▼▼▼

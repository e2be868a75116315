"""A cold-formed strip as a block and for the document: its flats and bends in order, its blank."""

from __future__ import annotations

from math import degrees
from typing import TYPE_CHECKING, Any

from edgetally.output.blocks import Block, Cell, Figure
from edgetally.output.numbers import digits_of
from edgetally.units import length_factor

if TYPE_CHECKING:
    from edgetally.results import SectionResult
    from edgetally.section.developed import Developed, Piece


def strip_document(section: SectionResult, unrolled: Developed) -> dict[str, Any]:
    """Return the strip as plain dicts, lists and numbers, in the unit of the results and in degrees."""
    f = length_factor(section.section.unit, section.out_unit)
    return {
        "closed": unrolled.closed,
        "thickness": unrolled.thickness * f,
        "midline_length": unrolled.width * f,
        "blank_width": unrolled.blank_width * f,
        "unit": section.out_unit,
        "neutral_axis": "DIN 6935" if unrolled.neutral_axis is None else unrolled.neutral_axis,
        "pieces": [
            {
                "kind": "bend" if piece.is_bend else "flat",
                "midline_length": piece.length * f,
                "blank_length": piece.blank * f,
                "angle": degrees(piece.angle),
                "inside_radius": piece.inside_radius * f if piece.is_bend else None,
            }
            for piece in unrolled.pieces
        ],
    }


def strip_blocks(section: SectionResult) -> tuple[Block, ...]:
    """Return the pieces in order and the widths; nothing where the section is no strip."""
    unrolled = section.developed
    if unrolled is None:
        return ()
    f, unit = length_factor(section.section.unit, section.out_unit), section.out_unit
    digits = min(6, digits_of(unrolled.uneven or None))
    rows = [(str(n), *_cells(piece, f, digits)) for n, piece in enumerate(unrolled.pieces, start=1)]
    heads = ("no.", "", f"midline {unit}", "angle °", "", f"inside radius {unit}", f"in the blank {unit}")
    start = "the longest flat" if unrolled.closed else "its left end"
    pieces = Block(
        "Flats and bends",
        heads,
        tuple(rows),
        (f"From {start}; left and right as seen along it. Numbers as in the figure.",),
    )
    return pieces, _widths(unrolled, f, unit, digits)


def _cells(piece: Piece, f: float, digits: int) -> tuple[Cell, ...]:
    if not piece.is_bend:
        return "flat", Figure.of(piece.length * f, digits), "", "", "", Figure.of(piece.blank * f, digits)
    side, angle = ("left" if piece.angle > 0 else "right"), abs(degrees(piece.angle))
    lengths = [Figure.of(length * f, digits) for length in (piece.length, piece.inside_radius, piece.blank)]
    return "bend", lengths[0], Figure(angle, f"{angle:.3f}"), side, *lengths[1:]


def _widths(unrolled: Developed, f: float, unit: str, digits: int) -> Block:
    flats = sum(piece.length for piece in unrolled.pieces if not piece.is_bend)
    allowances = sum(piece.blank for piece in unrolled.bends)
    rows: list[tuple[Cell, ...]] = [
        ("thickness", Figure.of(unrolled.thickness * f, digits), unit),
        ("developed width, midline", Figure.of(unrolled.width * f, digits), unit),
        ("flats together", Figure.of(flats * f, digits), unit),
        (f"allowances of {len(unrolled.bends)} bends", Figure.of(allowances * f, digits), unit),
        ("blank width", Figure.of(unrolled.blank_width * f, digits), unit),
    ]
    if unrolled.neutral_axis is None:
        rule = "K = ½(0.65 + ½ lg(r/t)), at most ½, as DIN 6935 has it"
    else:
        rule = f"K = {unrolled.neutral_axis:g} as given"
    notes = [
        f"Allowance of a bend = angle · (r + K·t), r the inside radius; {rule}. Area = thickness × developed width, "
        "which is measured on the midline and does not depend on K.",
        f"The thickness was found to vary by up to {100 * unrolled.uneven:.1g} % of it.",
    ]
    if any(piece.inside_radius < 0.05 * unrolled.thickness for piece in unrolled.bends) and not unrolled.neutral_axis:
        notes.append("Below r/t = 0.05 the formula would be negative: such a bend is a fold, taken with K = 0.")
    return Block("The blank", (), tuple(rows), tuple(notes))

▲▲▲

REQUIREMENT:
Using the listing, count the lines holding the word "right" and write down that number alone.

EXPECTED OUTPUT:
2